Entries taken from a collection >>
* * * * * * * * *

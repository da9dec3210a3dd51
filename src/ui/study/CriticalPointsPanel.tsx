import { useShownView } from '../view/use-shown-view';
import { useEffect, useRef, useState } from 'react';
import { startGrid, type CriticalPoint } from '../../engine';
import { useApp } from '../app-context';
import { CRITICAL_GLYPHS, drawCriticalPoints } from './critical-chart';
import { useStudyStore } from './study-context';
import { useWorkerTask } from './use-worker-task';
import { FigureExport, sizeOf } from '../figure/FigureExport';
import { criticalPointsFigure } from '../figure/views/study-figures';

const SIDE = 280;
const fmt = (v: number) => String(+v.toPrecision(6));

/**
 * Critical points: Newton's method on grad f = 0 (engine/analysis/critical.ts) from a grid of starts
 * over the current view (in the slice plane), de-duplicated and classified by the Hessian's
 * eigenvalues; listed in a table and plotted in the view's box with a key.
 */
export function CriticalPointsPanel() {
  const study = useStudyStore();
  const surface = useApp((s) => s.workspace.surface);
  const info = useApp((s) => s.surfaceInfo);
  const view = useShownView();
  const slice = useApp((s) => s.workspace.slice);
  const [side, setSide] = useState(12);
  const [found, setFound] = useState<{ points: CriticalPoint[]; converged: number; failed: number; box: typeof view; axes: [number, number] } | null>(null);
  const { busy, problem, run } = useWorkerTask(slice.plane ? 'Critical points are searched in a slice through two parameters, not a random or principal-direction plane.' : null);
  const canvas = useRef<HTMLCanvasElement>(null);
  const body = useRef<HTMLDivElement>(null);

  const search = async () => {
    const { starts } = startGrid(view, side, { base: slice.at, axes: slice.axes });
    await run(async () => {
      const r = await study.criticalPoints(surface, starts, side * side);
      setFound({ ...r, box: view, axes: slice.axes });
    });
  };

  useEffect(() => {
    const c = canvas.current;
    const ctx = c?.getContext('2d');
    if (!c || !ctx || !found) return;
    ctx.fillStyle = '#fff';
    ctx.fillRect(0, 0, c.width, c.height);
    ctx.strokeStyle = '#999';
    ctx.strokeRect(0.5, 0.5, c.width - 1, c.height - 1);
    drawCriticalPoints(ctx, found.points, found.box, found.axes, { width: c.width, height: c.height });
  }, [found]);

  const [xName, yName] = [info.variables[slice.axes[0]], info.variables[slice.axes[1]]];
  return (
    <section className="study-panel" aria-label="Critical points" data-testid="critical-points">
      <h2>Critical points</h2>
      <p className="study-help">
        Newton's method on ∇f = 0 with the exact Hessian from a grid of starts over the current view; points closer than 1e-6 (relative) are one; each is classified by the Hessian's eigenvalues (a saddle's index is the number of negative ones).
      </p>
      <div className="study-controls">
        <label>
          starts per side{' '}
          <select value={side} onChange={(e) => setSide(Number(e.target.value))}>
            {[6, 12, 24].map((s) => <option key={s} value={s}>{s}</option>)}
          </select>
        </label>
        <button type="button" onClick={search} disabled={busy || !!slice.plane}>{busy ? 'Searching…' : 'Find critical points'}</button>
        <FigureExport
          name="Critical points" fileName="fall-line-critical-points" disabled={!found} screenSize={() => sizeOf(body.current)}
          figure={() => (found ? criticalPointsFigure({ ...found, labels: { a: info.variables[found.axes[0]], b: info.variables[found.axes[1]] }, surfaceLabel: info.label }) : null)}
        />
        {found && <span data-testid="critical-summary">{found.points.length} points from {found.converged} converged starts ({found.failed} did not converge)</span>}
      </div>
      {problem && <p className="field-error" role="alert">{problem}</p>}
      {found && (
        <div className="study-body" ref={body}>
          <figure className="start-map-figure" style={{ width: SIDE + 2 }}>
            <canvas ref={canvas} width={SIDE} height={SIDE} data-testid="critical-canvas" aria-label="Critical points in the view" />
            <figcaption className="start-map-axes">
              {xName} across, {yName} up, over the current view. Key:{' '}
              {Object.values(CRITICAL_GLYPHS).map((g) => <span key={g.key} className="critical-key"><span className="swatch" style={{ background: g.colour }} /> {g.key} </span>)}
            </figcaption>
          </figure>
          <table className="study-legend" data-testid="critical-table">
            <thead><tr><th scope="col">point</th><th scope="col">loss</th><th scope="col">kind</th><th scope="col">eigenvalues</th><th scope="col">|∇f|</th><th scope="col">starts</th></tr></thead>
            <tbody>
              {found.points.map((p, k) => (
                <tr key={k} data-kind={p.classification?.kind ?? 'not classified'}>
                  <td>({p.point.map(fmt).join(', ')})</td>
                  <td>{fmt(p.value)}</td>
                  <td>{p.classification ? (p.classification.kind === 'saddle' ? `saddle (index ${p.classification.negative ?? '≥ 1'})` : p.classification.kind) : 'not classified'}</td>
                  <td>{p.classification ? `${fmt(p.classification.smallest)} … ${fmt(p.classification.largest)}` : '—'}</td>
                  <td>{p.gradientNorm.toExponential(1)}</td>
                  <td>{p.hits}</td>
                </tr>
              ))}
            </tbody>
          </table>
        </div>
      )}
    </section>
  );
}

* * * * * * * * *

ABOUT THIS TASK >> Taking the entries above, print exactly the lines starting at the line with "(engine/analysis/critical.ts) from a grid of starts" and ending at the line with "export function CriticalPointsPanel()", both included.

WRITTEN ANSWER >>
 * Critical points: Newton's method on grad f = 0 (engine/analysis/critical.ts) from a grid of starts
 * over the current view (in the slice plane), de-duplicated and classified by the Hessian's
 * eigenvalues; listed in a table and plotted in the view's box with a key.
 */
export function CriticalPointsPanel() {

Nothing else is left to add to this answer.